Thursday: The pound regained previously lost ground against the dollar in anticipation of tomorrow's GDP report Britain. It is expected that the results of tomorrow's GDP report will support the positive tone of the British macro received during the last quarter. Office for National Statistics may report on the economic growth of 0.8% in the 3rd quarter. Yesterday, the Bank of England published the minutes of the meeting, which reflected the confidence of members of the Committee in the growth of the UK economy, as well as hints to the fact that the data for the 3rd quarter may be stronger than expected. The GBP / USD pair rose to $ 1.62100 during the session.
Monday: The yen fell against all major currencies after the release of the trade deficit of the country. The Ministry of Finance reported in Tokyo, that in September, imports exceeded exports by 932.1 billion yen. This value was higher than previously expected by analysts to increase 918.6 billion. An additional pressure on the Japanese currency had speech of Governor of the Bank of Japan Mr.Kuroda, who promised to continue easy monetary policy to achieve stable inflation. The USD / JPY pair rose to Y98.29 during the European session.

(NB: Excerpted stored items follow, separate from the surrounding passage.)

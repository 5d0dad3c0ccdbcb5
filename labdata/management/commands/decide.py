"""Bulk decisions from a table: all rows or none."""

from pathlib import Path
from typing import Any

from django.core.management.base import CommandParser

from labdata.access import find_project, find_user
from labdata.errors import NotFound
from labdata.management.commands._base import ServiceCommand
from qc.review.sheets import decide_from_sheet


class Command(ServiceCommand):
    help = "accept, reject or hold results named in a CSV (columns sample, method, replicate, analyte, verdict, reason)"

    def arguments(self, parser: CommandParser) -> None:
        parser.add_argument("--project", required=True, metavar="SLUG")
        parser.add_argument("--file", required=True, metavar="CSV", help="a blank analyte means the whole analysis")
        parser.add_argument("--user", required=True, metavar="NAME", help="who decides")

    def answer(self, **options: Any) -> dict[str, Any]:
        project, user, path = find_project(options["project"]), find_user(options["user"]), Path(options["file"])
        if not path.is_file():
            raise NotFound(f"There is no file «{path}».", remedy="Give the path of a CSV file.", file=str(path))
        return decide_from_sheet(user=user, project=project, content=path.read_bytes())

    def show(self, answer: dict[str, Any]) -> None:
        self.stdout.write(f"{answer['decisions']} results decided from {answer['rows']} rows.")
        for part in answer["review_sets"]:
            self.stdout.write(f"  {part['well']} set {part['number']}: {part['decided']} (batch {part['batch']})")
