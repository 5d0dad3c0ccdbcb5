"""``token``: a new key for the API, printed once."""

from typing import Any

from django.core.management.base import CommandParser

from labdata.access import find_project, find_user
from labdata.management.commands._base import ServiceCommand
from labdata.models import TokenScope
from labdata.tokens import issue_token


class Command(ServiceCommand):
    help = "Print a new API token of a user for one project; it is shown this once."

    def arguments(self, parser: CommandParser) -> None:
        parser.add_argument("user", metavar="USER")
        parser.add_argument("--project", required=True, metavar="SLUG")
        parser.add_argument("--scope", required=True, choices=TokenScope.values)
        parser.add_argument("--days", type=int, metavar="N", help="how long it holds (unless told: until revoked)")

    def answer(self, **options: Any) -> dict[str, Any]:
        user, project = find_user(options["user"]), find_project(options["project"])
        key = issue_token(user, project, options["scope"], options["days"])
        return {"token": key, "user": user.username, "project": project.slug, "scope": options["scope"]}

    def show(self, answer: dict[str, Any]) -> None:
        self.stdout.write(answer["token"])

Tuesday: The yen continued to fall against most currencies in anticipation of the publication of the inflation data, which are likely to be the highest since 2008. According to the median forecast of economists, the nationwide consumer price index excluding fresh food, last month, will grow by 0.7 % compared with a year earlier. The measures for accelerating of inflation, which applies the Bank of Japan, already accelerated the consumer price index in August by 0.8 %, which is the fastest pace since November 2008. The USD / JPY pair rose to Y98.43 during the European session.

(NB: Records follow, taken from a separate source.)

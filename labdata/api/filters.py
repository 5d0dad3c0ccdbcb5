"""The filters of the lists. A value that cannot mean anything is refused with what would do."""

import re
from collections.abc import Mapping, Sequence
from datetime import UTC, datetime, time
from typing import Any

import django_filters
from django import forms
from django.db.models import Exists, F, OuterRef, Q, QuerySet, Subquery, Value
from django.db.models.functions import Coalesce
from django.utils.dateparse import parse_date, parse_datetime
from rest_framework.exceptions import ValidationError

from labdata.access import Action
from labdata.api.callers import Caller, caller_of
from labdata.models import (
    Analysis,
    Analyte,
    AuditEntry,
    Method,
    Project,
    Release,
    Result,
    Sample,
    Upload,
    Well,
)
from labdata.registry.names import name_key
from qc.models import Decision, Flag, QcRun, ReviewSet, ReviewSetState, RuleSet, Severity, SignOff, Verdict

ID_LIMIT = 10**18


class MomentField(forms.CharField):
    """An ISO 8601 time, or a day (its start); without an offset it is UTC."""

    def clean(self, value: Any) -> datetime | None:
        text = super().clean(value)
        if not text:
            return None
        if re.search(r" \d\d:?\d\d$", text):  # "+" in an address is read as a blank
            text = "+".join(text.rsplit(" ", 1))
        try:
            day = parse_date(text)
            moment = datetime.combine(day, time()) if day else parse_datetime(text)
        except ValueError:
            moment = None
        if moment is None:
            raise forms.ValidationError(f"«{text}» is no time; write 2026-03-01 or 2026-03-01T09:30:00Z.")
        return moment if moment.tzinfo else moment.replace(tzinfo=UTC)


class Moment(django_filters.IsoDateTimeFilter):
    """A time or a day."""

    field_class = MomentField


class DepthField(forms.FloatField):
    default_error_messages = {"invalid": "This is no depth; write metres measured depth, such as 2310.5."}


class Depth(django_filters.NumberFilter):
    """Metres measured depth."""

    field_class = DepthField

    def get_max_validator(self) -> None:
        return None


class YesOrNoField(forms.CharField):
    def clean(self, value: Any) -> bool | None:
        text = super().clean(value)
        if text and text.lower() not in {"true", "false"}:
            raise forms.ValidationError(f"«{text}» is neither true nor false.")
        return text.lower() == "true" if text else None


class YesOrNo(django_filters.BooleanFilter):
    """true or false."""

    field_class = YesOrNoField


class OneOf(django_filters.ChoiceFilter):
    """One of a short list, which the refusal names."""

    def __init__(self, values: Sequence[str], **more: Any) -> None:
        message = f"«%(value)s» is not known; known: {', '.join(values)}."
        super().__init__(
            choices=[(value, value) for value in values], error_messages={"invalid_choice": message}, **more
        )


class Rows(django_filters.FilterSet):
    """What can be asked of every list: the project, and what changed.

    ``paths`` leads from a row to what a filter looks at; ``many`` names those that lead to several rows.
    """

    paths: Mapping[str, str] = {}
    many: frozenset[str] = frozenset()
    project = django_filters.CharFilter(method="by_project", label="Slug of the project.")
    changed_since = Moment(method="by_change", label="Made or changed at or after this time (ISO 8601).")

    @property
    def caller(self) -> Caller:
        return caller_of(self.request)

    def narrow(self, rows: QuerySet[Any], name: str, lookup: str, value: Any) -> QuerySet[Any]:
        """Rows whose path ``name`` fits."""
        condition = {f"{self.paths[name]}{lookup}": value}
        if name in self.many:
            return rows.filter(pk__in=rows.model._default_manager.filter(**condition).order_by().values("pk"))
        return rows.filter(**condition)

    def by_project(self, rows: QuerySet[Any], name: str, slug: str) -> QuerySet[Any]:
        return self.narrow(rows, "project", "", self.caller.project(slug).pk)

    def by_change(self, rows: QuerySet[Any], name: str, moment: datetime) -> QuerySet[Any]:
        return self.narrow(rows, "changed", "__gte", moment)


class RowsOfWells(Rows):
    """Lists whose rows belong to wells."""

    well = django_filters.CharFilter(method="by_well", label="Name, alias, UWI or id of the well.")

    def by_well(self, rows: QuerySet[Any], name: str, text: str) -> QuerySet[Any]:
        key = name_key(text)
        named = Q(name_key=key) | Q(uwi=text) | Q(aliases__name_key=key) | Q(identifiers__value=text)
        if text.isascii() and text.isdigit() and int(text) < ID_LIMIT:
            named |= Q(pk=int(text))
        found = set(self.caller.visible(Well.objects.filter(named)).values_list("pk", flat=True))
        if not found:
            raise ValidationError({"well": [f"There is no well «{text}»; GET /api/v1/wells lists them."]})
        return self.narrow(rows, "well", "__in", found)


class RowsOfSamples(RowsOfWells):
    """Lists whose rows belong to samples and what was measured on them."""

    formation = django_filters.CharFilter(method="by_formation", label="Formation as reported.")
    method = django_filters.CharFilter(method="by_method", label="Code of the method.")
    analyte = django_filters.CharFilter(method="by_analyte", label="Code of the analyte.")
    top_m__gte = Depth(method="by_top", label="Top of the sample at or below this depth [m MD].")
    base_m__lte = Depth(method="by_base", label="Base of the sample at or above this depth [m MD].")

    def by_formation(self, rows: QuerySet[Any], name: str, text: str) -> QuerySet[Any]:
        return self.narrow(rows, "sample", "formation__iexact", text)

    def by_method(self, rows: QuerySet[Any], name: str, code: str) -> QuerySet[Any]:
        known = list(Method.objects.values_list("code", flat=True))
        if code not in known:
            raise ValidationError({"method": [f"There is no method «{code}»; known: {', '.join(known)}."]})
        return self.narrow(rows, "method", "", code)

    def by_analyte(self, rows: QuerySet[Any], name: str, code: str) -> QuerySet[Any]:
        ours = Q(project=None) | Q(project__in=self.caller.projects)
        if not Analyte.objects.filter(ours, code__iexact=code).exists():
            raise ValidationError({"analyte": [f"There is no analyte «{code}»; codes are such as TOC, S2, TMAX."]})
        return self.narrow(rows, "analyte", "__iexact", code)

    def by_top(self, rows: QuerySet[Any], name: str, depth: float) -> QuerySet[Any]:
        return self.narrow(rows, "sample", "top_md_m__gte", depth)

    def by_base(self, rows: QuerySet[Any], name: str, depth: float) -> QuerySet[Any]:
        sample = self.paths["sample"]
        ends = rows.annotate(_base=Coalesce(F(f"{sample}base_md_m"), F(f"{sample}top_md_m")))
        return ends.filter(_base__lte=depth)


class ProjectRows(Rows):
    paths = {"project": "pk", "changed": "created_at"}

    class Meta:
        model = Project
        fields: list[str] = []


class WellRows(RowsOfWells):
    paths = {"project": "project", "well": "pk", "changed": "samples__analyses__report__imported_at"}
    many = frozenset({"changed"})

    class Meta:
        model = Well
        fields: list[str] = []


class SampleRows(RowsOfSamples):
    paths = {
        "project": "well__project", "well": "well", "sample": "", "method": "analyses__method__code",
        "analyte": "analyses__results__analyte__code", "changed": "analyses__report__imported_at",
    }  # fmt: skip
    many = frozenset({"method", "analyte", "changed"})

    class Meta:
        model = Sample
        fields: list[str] = []


class AnalysisRows(RowsOfSamples):
    paths = {
        "project": "project", "well": "sample__well", "sample": "sample__", "method": "method__code",
        "analyte": "results__analyte__code", "changed": "report__imported_at",
    }  # fmt: skip
    many = frozenset({"analyte"})
    state = OneOf(ReviewSetState.values, field_name="review_item__review_set__state", label="State of its review set.")
    superseded = YesOrNo(method="by_superseded", label="true: replaced ones; unless told, current.")

    class Meta:
        model = Analysis
        fields: list[str] = []

    def by_superseded(self, rows: QuerySet[Any], name: str, wanted: bool) -> QuerySet[Any]:
        return rows.filter(current=not wanted)

    def filter_queryset(self, queryset: QuerySet[Any]) -> QuerySet[Any]:
        """Current rows unless the superseded ones are asked for."""
        rows = super().filter_queryset(queryset)
        return rows if self.form.cleaned_data.get("superseded") is not None else rows.filter(current=True)


class ResultRows(AnalysisRows):
    paths = {
        "project": "analysis__project", "well": "analysis__sample__well", "sample": "analysis__sample__",
        "method": "analysis__method__code", "analyte": "analyte__code",
    }  # fmt: skip
    many = frozenset()
    state = OneOf(Verdict.values, method="by_verdict", label="Verdict that stands (the same as verdict).")
    verdict = OneOf(Verdict.values, method="by_verdict", label="Verdict that stands.")
    analysis = django_filters.NumberFilter(method="by_analysis", label="Id of the analysis.")
    review_set = django_filters.NumberFilter(method="by_review_set", label="Id of the review set.")

    class Meta:
        model = Result
        fields: list[str] = []

    def by_verdict(self, rows: QuerySet[Any], name: str, verdict: str) -> QuerySet[Any]:
        latest = Decision.objects.filter(result=OuterRef("pk")).order_by("-pk").values("verdict")[:1]
        stands = Coalesce(Subquery(latest), Value(Verdict.UNDECIDED.value))
        return rows.annotate(_verdict=stands).filter(_verdict=verdict)

    def by_analysis(self, rows: QuerySet[Any], name: str, number: Any) -> QuerySet[Any]:
        return rows.filter(analysis=_an_id("analysis", number))

    def by_review_set(self, rows: QuerySet[Any], name: str, number: Any) -> QuerySet[Any]:
        return rows.filter(analysis__review_item__review_set=_an_id("review_set", number))

    def by_change(self, rows: QuerySet[Any], name: str, moment: datetime) -> QuerySet[Any]:
        """Reported, or decided on, since."""
        decided = Exists(Decision.objects.filter(result=OuterRef("pk"), decided_at__gte=moment))
        return rows.filter(Q(analysis__report__imported_at__gte=moment) | decided)


def _an_id(name: str, number: Any) -> int:
    """A number as an id. Raises ValidationError for what cannot be one."""
    if number != int(number) or not 0 < number < ID_LIMIT:
        raise ValidationError({name: [f"«{number}» is no id."]})
    return int(number)


class FlagRows(RowsOfSamples):
    paths = {
        "project": "well__project", "well": "well", "sample": "analysis__sample__", "method": "analysis__method__code",
        "analyte": "analyte", "changed": "run__started_at",
    }  # fmt: skip
    rule = django_filters.CharFilter(field_name="rule", label="Id of the rule.")
    family = django_filters.CharFilter(field_name="family", label="Family of the rule.")
    severity = OneOf(Severity.values, field_name="severity", label="Severity.")
    run = django_filters.NumberFilter(method="by_run", label="Id of a QC run; unless told, the latest of each well.")

    class Meta:
        model = Flag
        fields: list[str] = []

    def by_run(self, rows: QuerySet[Any], name: str, number: Any) -> QuerySet[Any]:
        return rows.filter(run=_an_id("run", number))

    def filter_queryset(self, queryset: QuerySet[Any]) -> QuerySet[Any]:
        rows = super().filter_queryset(queryset)
        return rows if self.form.cleaned_data.get("run") is not None else rows.in_force()


class UploadRows(Rows):
    paths = {"project": "project", "changed": "created_at"}
    state = OneOf(Upload.Outcome.values, field_name="outcome", label="How the upload ended.")

    class Meta:
        model = Upload
        fields: list[str] = []


class RuleSetRows(django_filters.FilterSet):
    project = django_filters.CharFilter(method="by_project", label="Slug of the project; the standard sets come too.")
    name = django_filters.CharFilter(field_name="name", label="Name of the rule set.")

    class Meta:
        model = RuleSet
        fields: list[str] = []

    def by_project(self, rows: QuerySet[Any], name: str, slug: str) -> QuerySet[Any]:
        return rows.filter(Q(project=None) | Q(project=caller_of(self.request).project(slug)))


class QcRunRows(RowsOfWells):
    paths = {"project": "project", "well": "wells", "changed": "started_at"}
    many = frozenset({"well"})

    class Meta:
        model = QcRun
        fields: list[str] = []


class DecisionRows(RowsOfSamples):
    paths = {
        "project": "review_set__project", "well": "review_set__well", "sample": "result__analysis__sample__",
        "method": "result__analysis__method__code", "analyte": "result__analyte__code", "changed": "decided_at",
    }  # fmt: skip
    verdict = OneOf(Verdict.values, field_name="verdict", label="Verdict of the decision.")
    state = OneOf(Verdict.values, field_name="verdict", label="The same as verdict.")
    review_set = django_filters.NumberFilter(method="by_review_set", label="Id of the review set.")

    class Meta:
        model = Decision
        fields: list[str] = []

    def by_review_set(self, rows: QuerySet[Any], name: str, number: Any) -> QuerySet[Any]:
        return rows.filter(review_set=_an_id("review_set", number))


class ReviewSetRows(RowsOfWells):
    paths = {"project": "project", "well": "well", "changed": "decisions__decided_at"}
    state = OneOf(ReviewSetState.values, field_name="state", label="State of the review set.")

    class Meta:
        model = ReviewSet
        fields: list[str] = []

    def by_change(self, rows: QuerySet[Any], name: str, moment: datetime) -> QuerySet[Any]:
        """Opened, decided in, signed or re-opened since."""
        decided = Exists(Decision.objects.filter(review_set=OuterRef("pk"), decided_at__gte=moment))
        touched = Q(signed_at__gte=moment) | Q(reopening__reopened_at__gte=moment)
        signed = Exists(SignOff.objects.filter(touched, review_set=OuterRef("pk")))
        return rows.filter(Q(created_at__gte=moment) | decided | signed)


class SignOffRows(RowsOfWells):
    paths = {"project": "review_set__project", "well": "review_set__well", "changed": "signed_at"}
    state = OneOf(["in_force", "reopened"], method="by_force", label="Whether the signature is in force.")

    class Meta:
        model = SignOff
        fields: list[str] = []

    def by_force(self, rows: QuerySet[Any], name: str, state: str) -> QuerySet[Any]:
        return rows.filter(reopening__isnull=state == "in_force")


class ReleaseRows(Rows):
    paths = {"project": "project"}
    state = OneOf(["valid", "withdrawn"], method="by_state", label="Whether the release was withdrawn.")

    class Meta:
        model = Release
        fields: list[str] = []

    def by_state(self, rows: QuerySet[Any], name: str, state: str) -> QuerySet[Any]:
        return rows.filter(withdrawn_at__isnull=state == "valid")

    def by_change(self, rows: QuerySet[Any], name: str, moment: datetime) -> QuerySet[Any]:
        return rows.filter(Q(created_at__gte=moment) | Q(withdrawn_at__gte=moment))


class AuditRows(Rows):
    paths = {"project": "project", "changed": "at"}
    action = django_filters.CharFilter(field_name="action", label="What was done, such as release.made.")
    actor = django_filters.CharFilter(field_name="actor_name", label="Who did it.")

    class Meta:
        model = AuditEntry
        fields: list[str] = []

    def by_project(self, rows: QuerySet[Any], name: str, slug: str) -> QuerySet[Any]:
        project = self.caller.project(slug)
        self.caller.require(project, Action.READ_AUDIT)
        return rows.filter(project=project)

Wednesday: The yen rose against all of its major counterparts amid a sharp rising demand for safe-haven assets. It occurred after the volume of bad loans in China soared to a peak in July, stimulating demand for safer assets. The yen rose against all major currencies. The USD / JPY pair fell to Y97.10 during the European session.

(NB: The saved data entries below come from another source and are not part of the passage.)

"""Who calls, and what they may see: the user's projects, cut to the token's one project when a token came along."""

from dataclasses import dataclass
from typing import TypeVar

from django.contrib.auth.models import User
from django.db.models import Model, QuerySet
from rest_framework.request import Request

from labdata.access import GRANTS, Action, require, visible_projects
from labdata.errors import NotAllowed, NotFound
from labdata.models import ApiToken, Membership, Project, Role

M = TypeVar("M", bound=Model)


@dataclass(frozen=True)
class Caller:
    """Every queryset of the API starts from here."""

    user: User
    projects: QuerySet[Project]

    def visible(self, queryset: QuerySet[M], path: str = "project") -> QuerySet[M]:
        """``queryset`` cut to the caller's projects; ``path`` leads from a row to its project."""
        return queryset.filter(**{f"{path}__in": self.projects})

    def project(self, slug: str) -> Project:
        """A project by its slug. Raises NotFound for one that may not be seen, as for one that is not there."""
        found = self.projects.filter(slug=slug).first()
        if found is None:
            raise NotFound(f"There is no project «{slug}».", remedy="Name one of GET /api/v1/projects.", project=slug)
        return found

    def find(self, queryset: QuerySet[M], pk: int, what: str, path: str = "project") -> M:
        """One visible row by its id. Raises NotFound."""
        found = self.visible(queryset, path).filter(pk=pk).first()
        if found is None:
            raise NotFound(f"There is no {what} {pk}.", remedy=f"Look it up in the list of {what}s.")
        return found

    def permitted(self, action: Action) -> QuerySet[Project]:
        """The visible projects in which the caller may do ``action``. Raises NotAllowed when there is none."""
        granting = [role for role in Role if action in GRANTS[role]]
        held = Membership.objects.filter(user=self.user, role__in=granting)
        projects = self.projects.filter(pk__in=held.values("project"))
        if not projects.exists():
            raise NotAllowed(
                f"{self.user} may not {action.replace('_', ' ')} in any project.",
                remedy=f"Roles that may: {', '.join(role.label for role in granting)}.",
            )
        return projects

    def require(self, project: Project, action: Action) -> None:
        """Raises NotFound or NotAllowed (labdata.access.require), before anything is read from a request's body."""
        self.project(project.slug)
        require(self.user, project, action)


def caller_of(request: Request) -> Caller:
    """The caller behind an authenticated request."""
    user = request.user
    if not isinstance(user, User):  # the permission has turned anonymous callers away
        raise NotAllowed("Sign in, or send «Authorization: Token KEY».")
    projects = visible_projects(user)
    if isinstance(request.auth, ApiToken):
        projects = projects.filter(pk=request.auth.project_id)
    return Caller(user, projects)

Canadian Dollar: The Canadian dollar declined significantly against its counterparts, which associated with the application of the Bank of Canada. As it was expected, the Bank of Canada decided to keep interest rates unchanged at 1% at the October meeting. However, in the statement issued after was announced that the Bank of Canada expects modest growth in 2013, and the uncertain economic conditions may have a negative impact on exports and business investment in Canada. According to Central Bank estimates, the growth rate of real GDP should accelerate from 1.6 % in 2013 to 2.3 % in 2014 and 2.6 % in 2015.
Australian dollar: The Australian dollar touched highs against its counterparts after the publication of the inflation data revealed that in the last quarter the consumer price index rose more than economists’ forecasts. This increased the likelihood that the Reserve Bank of Australia completed its two-year program to mitigate the monetary policy. The Australian dollar rebounded slightly after yesterday's fall, after a preliminary PMI index for the manufacturing sector from HSBC Holdings Plc and Markit Economics in China, which is the largest trading partner of Australia, raised to 50.9, exceeding analysts' forecast, the expected value of 50.4. This month, China's manufacturing strengthened more than expected, and this was a sign that the economic recovery is gaining momentum this quarter.